April 15, 2010 — Riccardo Sabellotti - Giacinto Sabellotti

School has still an educational role?

By the studies on the training of employees, it has been found that teaching to adults is not exactly the same thing to teach children; there are significant psychological differences, profoundly influencing the ability to learn and then some methods work better with adults, while others with children.
It is strange to note that in ancient times, for example in philosophical schools of the Greek-Roman world, teaching to adults was quite common and it was done in a different way than teaching to children; it seems that in this field they were more advanced compared to almost all educational institutions of the twentieth century, structured according to the typical model of teaching to children. Teaching to adults is an art fallen into disuse since the Middle Ages and, like many other cultural traditions, was not recovered anymore, however, it has been tried to rebuild it from scratch on scientific basis and today, although rare, there are new models of teaching, alternative to the traditional.
One of the most important achievements is to have understood that the methods of learning of an individual varies with the degree of maturity and then even teaching methods should do the same for obtaining the maximum effectiveness. Children must therefore be followed in their development in school, that will gradually pass from a primary school approach to that of a training for adults.

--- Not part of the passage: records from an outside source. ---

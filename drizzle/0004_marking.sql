CREATE TABLE "calibrations" (
	"id" uuid PRIMARY KEY DEFAULT gen_random_uuid() NOT NULL,
	"clip_id" uuid NOT NULL,
	"version" integer NOT NULL,
	"scale_p1_u_px" double precision NOT NULL,
	"scale_p1_v_px" double precision NOT NULL,
	"scale_p2_u_px" double precision NOT NULL,
	"scale_p2_v_px" double precision NOT NULL,
	"length_m" double precision NOT NULL,
	"length_tol_m" double precision NOT NULL,
	"endpoint_sigma_px" double precision NOT NULL,
	"origin_u_px" double precision NOT NULL,
	"origin_v_px" double precision NOT NULL,
	"level_kind" text NOT NULL,
	"level_p1_u_px" double precision,
	"level_p1_v_px" double precision,
	"level_p2_u_px" double precision,
	"level_p2_v_px" double precision,
	"level_angle_deg" double precision,
	"downrange" text DEFAULT 'right' NOT NULL,
	"roll_deg" double precision NOT NULL,
	"plane_correction" jsonb,
	"pixels_per_metre" double precision NOT NULL,
	"scale_rel_uncertainty" double precision NOT NULL,
	"note" text,
	"created_by" uuid,
	"created_at" timestamp with time zone DEFAULT now() NOT NULL,
	CONSTRAINT "calibrations_clip_version_uq" UNIQUE("clip_id","version")
);
--> statement-breakpoint
CREATE TABLE "marks" (
	"track_id" uuid NOT NULL,
	"frame_number" integer NOT NULL,
	"u_px" double precision NOT NULL,
	"v_px" double precision NOT NULL,
	"placed_u_px" double precision NOT NULL,
	"placed_v_px" double precision NOT NULL,
	"snapped" boolean DEFAULT false NOT NULL,
	"revision" integer NOT NULL,
	"updated_by" uuid,
	"updated_at" timestamp with time zone DEFAULT now() NOT NULL,
	CONSTRAINT "marks_track_id_frame_number_pk" PRIMARY KEY("track_id","frame_number")
);
--> statement-breakpoint
CREATE TABLE "tracks" (
	"id" uuid PRIMARY KEY DEFAULT gen_random_uuid() NOT NULL,
	"clip_id" uuid NOT NULL,
	"team_id" uuid NOT NULL,
	"name" text NOT NULL,
	"kind" text DEFAULT 'projectile' NOT NULL,
	"revision" integer DEFAULT 0 NOT NULL,
	"created_by" uuid,
	"created_at" timestamp with time zone DEFAULT now() NOT NULL
);
--> statement-breakpoint
ALTER TABLE "calibrations" ADD CONSTRAINT "calibrations_clip_id_clips_id_fk" FOREIGN KEY ("clip_id") REFERENCES "public"."clips"("id") ON DELETE cascade ON UPDATE no action;--> statement-breakpoint
ALTER TABLE "calibrations" ADD CONSTRAINT "calibrations_created_by_users_id_fk" FOREIGN KEY ("created_by") REFERENCES "public"."users"("id") ON DELETE set null ON UPDATE no action;--> statement-breakpoint
ALTER TABLE "marks" ADD CONSTRAINT "marks_track_id_tracks_id_fk" FOREIGN KEY ("track_id") REFERENCES "public"."tracks"("id") ON DELETE cascade ON UPDATE no action;--> statement-breakpoint
ALTER TABLE "marks" ADD CONSTRAINT "marks_updated_by_users_id_fk" FOREIGN KEY ("updated_by") REFERENCES "public"."users"("id") ON DELETE set null ON UPDATE no action;--> statement-breakpoint
ALTER TABLE "tracks" ADD CONSTRAINT "tracks_clip_id_clips_id_fk" FOREIGN KEY ("clip_id") REFERENCES "public"."clips"("id") ON DELETE cascade ON UPDATE no action;--> statement-breakpoint
ALTER TABLE "tracks" ADD CONSTRAINT "tracks_team_id_teams_id_fk" FOREIGN KEY ("team_id") REFERENCES "public"."teams"("id") ON DELETE cascade ON UPDATE no action;--> statement-breakpoint
ALTER TABLE "tracks" ADD CONSTRAINT "tracks_created_by_users_id_fk" FOREIGN KEY ("created_by") REFERENCES "public"."users"("id") ON DELETE set null ON UPDATE no action;--> statement-breakpoint
CREATE INDEX "tracks_clip_idx" ON "tracks" USING btree ("clip_id","created_at");--> statement-breakpoint
CREATE INDEX "tracks_team_idx" ON "tracks" USING btree ("team_id");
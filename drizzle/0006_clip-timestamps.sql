ALTER TABLE "clips" ADD COLUMN "base_fps" double precision DEFAULT 0 NOT NULL;--> statement-breakpoint
ALTER TABLE "clips" ADD COLUMN "frame_pts_s" double precision[];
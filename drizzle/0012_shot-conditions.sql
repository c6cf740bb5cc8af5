CREATE TABLE "lens_profiles" (
	"id" uuid PRIMARY KEY DEFAULT gen_random_uuid() NOT NULL,
	"team_id" uuid NOT NULL,
	"name" text NOT NULL,
	"camera_note" text,
	"coefficients" jsonb NOT NULL,
	"frame_width_px" integer NOT NULL,
	"frame_height_px" integer NOT NULL,
	"created_at" timestamp with time zone DEFAULT now() NOT NULL,
	"updated_at" timestamp with time zone DEFAULT now() NOT NULL
);
--> statement-breakpoint
ALTER TABLE "clips" ADD COLUMN "shutter_s" double precision;--> statement-breakpoint
ALTER TABLE "clips" ADD COLUMN "frame_stamp" text DEFAULT 'middle' NOT NULL;--> statement-breakpoint
ALTER TABLE "shots" ADD COLUMN "wind_speed_mps" double precision;--> statement-breakpoint
ALTER TABLE "shots" ADD COLUMN "wind_from_deg" double precision;--> statement-breakpoint
ALTER TABLE "shots" ADD COLUMN "launch_height_m" double precision;--> statement-breakpoint
ALTER TABLE "shots" ADD COLUMN "air_density_kg_m3" double precision;--> statement-breakpoint
ALTER TABLE "shots" ADD COLUMN "air_density_tol_kg_m3" double precision;--> statement-breakpoint
ALTER TABLE "lens_profiles" ADD CONSTRAINT "lens_profiles_team_id_teams_id_fk" FOREIGN KEY ("team_id") REFERENCES "public"."teams"("id") ON DELETE cascade ON UPDATE no action;--> statement-breakpoint
CREATE INDEX "lens_profiles_team_idx" ON "lens_profiles" USING btree ("team_id");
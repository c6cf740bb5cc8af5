CREATE TABLE "launchers" (
	"id" uuid PRIMARY KEY DEFAULT gen_random_uuid() NOT NULL,
	"team_id" uuid NOT NULL,
	"name" text NOT NULL,
	"kind" text,
	"bore_m" double precision,
	"barrel_length_m" double precision,
	"chamber_volume_m3" double precision,
	"max_working_pressure_pa" double precision,
	"valve_type" text,
	"notes" text,
	"created_at" timestamp with time zone DEFAULT now() NOT NULL
);
--> statement-breakpoint
CREATE TABLE "projectiles" (
	"id" uuid PRIMARY KEY DEFAULT gen_random_uuid() NOT NULL,
	"team_id" uuid NOT NULL,
	"name" text NOT NULL,
	"mass_kg" double precision NOT NULL,
	"diameter_m" double precision NOT NULL,
	"shape" text,
	"reference_area_m2" double precision,
	"notes" text,
	"created_at" timestamp with time zone DEFAULT now() NOT NULL
);
--> statement-breakpoint
CREATE TABLE "shots" (
	"id" uuid PRIMARY KEY DEFAULT gen_random_uuid() NOT NULL,
	"team_id" uuid NOT NULL,
	"series_id" uuid NOT NULL,
	"launcher_id" uuid,
	"projectile_id" uuid,
	"label" text NOT NULL,
	"chamber_pressure_pa" double precision,
	"elevation_deg" double precision,
	"air_temp_c" double precision,
	"station_pressure_pa" double precision,
	"relative_humidity_pct" double precision,
	"tape_range_m" double precision,
	"notes" text,
	"created_by" uuid,
	"created_at" timestamp with time zone DEFAULT now() NOT NULL,
	"updated_at" timestamp with time zone DEFAULT now() NOT NULL
);
--> statement-breakpoint
CREATE TABLE "test_series" (
	"id" uuid PRIMARY KEY DEFAULT gen_random_uuid() NOT NULL,
	"team_id" uuid NOT NULL,
	"name" text NOT NULL,
	"test_date" date NOT NULL,
	"site" text,
	"notes" text,
	"created_by" uuid,
	"created_at" timestamp with time zone DEFAULT now() NOT NULL
);
--> statement-breakpoint
ALTER TABLE "launchers" ADD CONSTRAINT "launchers_team_id_teams_id_fk" FOREIGN KEY ("team_id") REFERENCES "public"."teams"("id") ON DELETE cascade ON UPDATE no action;--> statement-breakpoint
ALTER TABLE "projectiles" ADD CONSTRAINT "projectiles_team_id_teams_id_fk" FOREIGN KEY ("team_id") REFERENCES "public"."teams"("id") ON DELETE cascade ON UPDATE no action;--> statement-breakpoint
ALTER TABLE "shots" ADD CONSTRAINT "shots_team_id_teams_id_fk" FOREIGN KEY ("team_id") REFERENCES "public"."teams"("id") ON DELETE cascade ON UPDATE no action;--> statement-breakpoint
ALTER TABLE "shots" ADD CONSTRAINT "shots_series_id_test_series_id_fk" FOREIGN KEY ("series_id") REFERENCES "public"."test_series"("id") ON DELETE cascade ON UPDATE no action;--> statement-breakpoint
ALTER TABLE "shots" ADD CONSTRAINT "shots_launcher_id_launchers_id_fk" FOREIGN KEY ("launcher_id") REFERENCES "public"."launchers"("id") ON DELETE set null ON UPDATE no action;--> statement-breakpoint
ALTER TABLE "shots" ADD CONSTRAINT "shots_projectile_id_projectiles_id_fk" FOREIGN KEY ("projectile_id") REFERENCES "public"."projectiles"("id") ON DELETE set null ON UPDATE no action;--> statement-breakpoint
ALTER TABLE "shots" ADD CONSTRAINT "shots_created_by_users_id_fk" FOREIGN KEY ("created_by") REFERENCES "public"."users"("id") ON DELETE set null ON UPDATE no action;--> statement-breakpoint
ALTER TABLE "test_series" ADD CONSTRAINT "test_series_team_id_teams_id_fk" FOREIGN KEY ("team_id") REFERENCES "public"."teams"("id") ON DELETE cascade ON UPDATE no action;--> statement-breakpoint
ALTER TABLE "test_series" ADD CONSTRAINT "test_series_created_by_users_id_fk" FOREIGN KEY ("created_by") REFERENCES "public"."users"("id") ON DELETE set null ON UPDATE no action;--> statement-breakpoint
CREATE INDEX "launchers_team_idx" ON "launchers" USING btree ("team_id");--> statement-breakpoint
CREATE INDEX "projectiles_team_idx" ON "projectiles" USING btree ("team_id");--> statement-breakpoint
CREATE INDEX "shots_team_idx" ON "shots" USING btree ("team_id","created_at");--> statement-breakpoint
CREATE INDEX "shots_series_idx" ON "shots" USING btree ("series_id");--> statement-breakpoint
CREATE INDEX "test_series_team_idx" ON "test_series" USING btree ("team_id","test_date");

This change certainly involves also the role of the teacher, who has always been important, but now must be enhanced even more, both because it is become more complicated and difficult, having to change strategies depending on the type of students, and because its importance to society has increased: who more than teachers must be updated to prepare young people to a world in perpetual change? The value of a service must be approved by the customer, that is, by the students and, in the case of children, by the family that must educate the children to the value of knowledge, starting by the respect they must have for the teacher; this figure should be, after their parents, the most important educational landmark and, just like their parents, must follow the students in their development by helping them to become more mature and independent, until they are adult students and, within the limits of their possibilities, producers of new knowledge. The school must maintain its educational role even more than its instructive feature because education will also continue for adults, while for preparing a new generation to follow a path of permanent training, it is required from the start an education based on the value of knowledge, research, innovation and continuous updating.